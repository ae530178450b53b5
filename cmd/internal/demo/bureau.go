package demo

import (
	"bytes"
	"encoding/csv"
	"fmt"
	"io"
	"math/rand/v2"
	"os"

	"golang.org/x/text/encoding"
	"golang.org/x/text/encoding/charmap"
	"golang.org/x/text/encoding/unicode"
)

var frenchUse = [numUses]string{school: "école", nursery: "crèche", hall: "salle polyvalente", church: "église", careHome: "maison de retraite", sportsHall: "gymnase"}

var frenchWall = []string{"brique pleine", "pierre", "mur double", "mur double isolé", "béton préfabriqué", "parpaing", "ossature bois"}

var frenchVentilation = []string{"naturelle", "tirage naturel", "simple flux", "hygroréglable", "double flux sans récupération", "double flux", "inconnue"}

var frenchHeating = []string{"chaudière", "chaudière à condensation", "réseau de chaleur", "pompe à chaleur", "convecteurs électriques", "poêle"}

var frenchCarrier = []string{"gaz naturel", "fioul", "réseau de chaleur", "électricité", "bois"}

var bureauColumns = []column{
	{"Code bâtiment", "", 0, 0, func(a *asset, _ *rand.Rand) any { return a.id }},
	{"Désignation", "", 0, 0, func(a *asset, _ *rand.Rand) any { return a.name }},
	{"Adresse", "", 0, 0.02, func(a *asset, _ *rand.Rand) any { return fmt.Sprintf("%d, %s", a.house, a.street) }},
	{"Code postal", "", 0, 0, func(a *asset, _ *rand.Rand) any { return postcode(a) }},
	{"Commune", "", 0, 0, func(a *asset, _ *rand.Rand) any { return a.town.name }},
	{"Usage", "", 0, 0, func(a *asset, _ *rand.Rand) any { return frenchUse[a.use] }},
	{"Année de construction", "", 0, 0.04, func(a *asset, rng *rand.Rand) any {
		switch x := rng.Float64(); {
		case a.year < 1900 && x < 0.5:
			return "XIXe siècle"
		case x < 0.06:
			return fmt.Sprintf("vers %d", (a.year+2)/5*5)
		}
		return a.year
	}},
	{"Surface chauffée (m²)", "", 0, 0.03, func(a *asset, rng *rand.Rand) any { return plainComma(measured(rng, a.floorAreaM2, 0.015, 1), 1) }},
	{"Volume chauffé (m³)", "", 0, 0.25, func(a *asset, rng *rand.Rand) any { return plainComma(measured(rng, a.volumeM3(), 0.02, 1), 1) }},
	{"Niveaux", "", 0, 0.1, func(a *asset, _ *rand.Rand) any { return a.storeys }},
	{"Hauteur sous plafond (m)", "", 0, 0.5, func(a *asset, _ *rand.Rand) any { return plainComma(a.storeyHeightM, 2) }},
	{"Surface vitrée (m²)", "", 0, 0.6, func(a *asset, rng *rand.Rand) any { return plainComma(measured(rng, a.windowM2, 0.04, 1), 1) }},
	{"Murs", "", 0, 0.3, func(a *asset, _ *rand.Rand) any { return frenchWall[a.wall] }},
	{"Ventilation", "", 0, 0.25, func(a *asset, _ *rand.Rand) any { return frenchVentilation[a.ventilation] }},
	{"Chauffage", "", 0, 0.1, func(a *asset, _ *rand.Rand) any { return frenchHeating[a.heating] }},
	{"Énergie", "", 0, 0.1, func(a *asset, _ *rand.Rand) any { return frenchCarrier[a.carrier] }},
	{"Réfection toiture", "", 0, 0.1, func(a *asset, _ *rand.Rand) any { return year(a.yearRoof) }},
	{"Fenêtres remplacées", "", 0, 0.2, func(a *asset, _ *rand.Rand) any { return year(a.yearWindows) }},
	{"Monument historique", "", 0, 0.1, func(a *asset, _ *rand.Rand) any { return choose(a.listed, "oui", "non") }},
}

// writeBureau writes what the bureau for schools and parishes exports from its
// old database: French, semicolons, Windows-1252.
func writeBureau(path string, stock []asset, rng *rand.Rand) error {
	l := newList(bureauColumns, choosing(stock, func(a *asset) bool { return a.held.bureau }), rng)
	l.spoil(rng, "Surface chauffée (m²)", 10, func(v any) any { return "env. " + v.(string) })
	l.spoil(rng, "Surface chauffée (m²)", 10, func(v any) any { return "-" + v.(string) })
	l.spoil(rng, "Volume chauffé (m³)", 10, always("voir plan"))
	l.spoil(rng, "Volume chauffé (m³)", 15, always("n.c."))
	l.spoil(rng, "Ventilation", 10, always("à vérifier"))
	l.spoil(rng, "Code bâtiment", 10, always(nil))
	l.double(rng, 10, nil)
	return writeText(path, l, ';', charmap.Windows1252.NewEncoder())
}

var swedishGlazing = []string{"enkelglas", "kopplade fönster", "2-glas", "energiglas", "3-glas"}

// writeWindows writes the contractor's list of windows renewed: Swedish,
// tabs, UTF-16 as spreadsheet programs save "Unicode text".
func writeWindows(path string, stock []asset, rng *rand.Rand) error {
	l := newList([]column{
		{"Byggnads-ID", "", 0, 0, func(a *asset, _ *rand.Rand) any { return a.id }},
		{"Gatuadress", "", 0, 0, func(a *asset, _ *rand.Rand) any { return fmt.Sprintf("%s %d", a.street, a.house) }},
		{"Fönsterbyte (år)", "", 0, 0, func(a *asset, _ *rand.Rand) any { return a.yearWindows }},
		{"Fönstertyp", "", 0, 0.05, func(a *asset, _ *rand.Rand) any { return swedishGlazing[a.glazing] }},
		{"U-värde fönster (W/m²K)", "", 0, 0.3, func(a *asset, rng *rand.Rand) any { return plainComma(measured(rng, a.windowU, 0.05, 2), 2) }},
	}, choosing(stock, func(a *asset) bool { return a.held.windows }), rng)
	l.spoil(rng, "U-värde fönster (W/m²K)", 8, times(10))
	l.spoil(rng, "Byggnads-ID", 30, func(v any) any { return " " + v.(string) })
	return writeText(path, l, '\t', unicode.UTF16(unicode.LittleEndian, unicode.UseBOM).NewEncoder())
}

func writeText(path string, l *list, separator rune, enc *encoding.Encoder) error {
	var b bytes.Buffer
	encoded := enc.Writer(&b)
	w := csv.NewWriter(encoded)
	w.Comma, w.UseCRLF = separator, true
	record := make([]string, len(l.columns))
	for _, row := range append([][]any{l.heads()}, l.rows...) {
		for i := range record {
			record[i] = ""
			if i < len(row) && row[i] != nil {
				record[i] = fmt.Sprint(row[i])
			}
		}
		if err := w.Write(record); err != nil {
			return err
		}
	}
	w.Flush()
	if err := w.Error(); err != nil {
		return err
	}
	if c, ok := encoded.(io.Closer); ok {
		if err := c.Close(); err != nil {
			return err
		}
	}
	return os.WriteFile(path, b.Bytes(), 0o644)
}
┄┄┄┄┄┄┄┄┄┄┄┄┄┄┄┄┄┄┄┄
Copy out the lines of the records above in which the string "Surface" appears.

REPLY TO THE EXERCISE:
	{"Surface chauffée (m²)", "", 0, 0.03, func(a *asset, rng *rand.Rand) any { return plainComma(measured(rng, a.floorAreaM2, 0.015, 1), 1) }},
	{"Surface vitrée (m²)", "", 0, 0.6, func(a *asset, rng *rand.Rand) any { return plainComma(measured(rng, a.windowM2, 0.04, 1), 1) }},
	l.spoil(rng, "Surface chauffée (m²)", 10, func(v any) any { return "env. " + v.(string) })
	l.spoil(rng, "Surface chauffée (m²)", 10, func(v any) any { return "-" + v.(string) })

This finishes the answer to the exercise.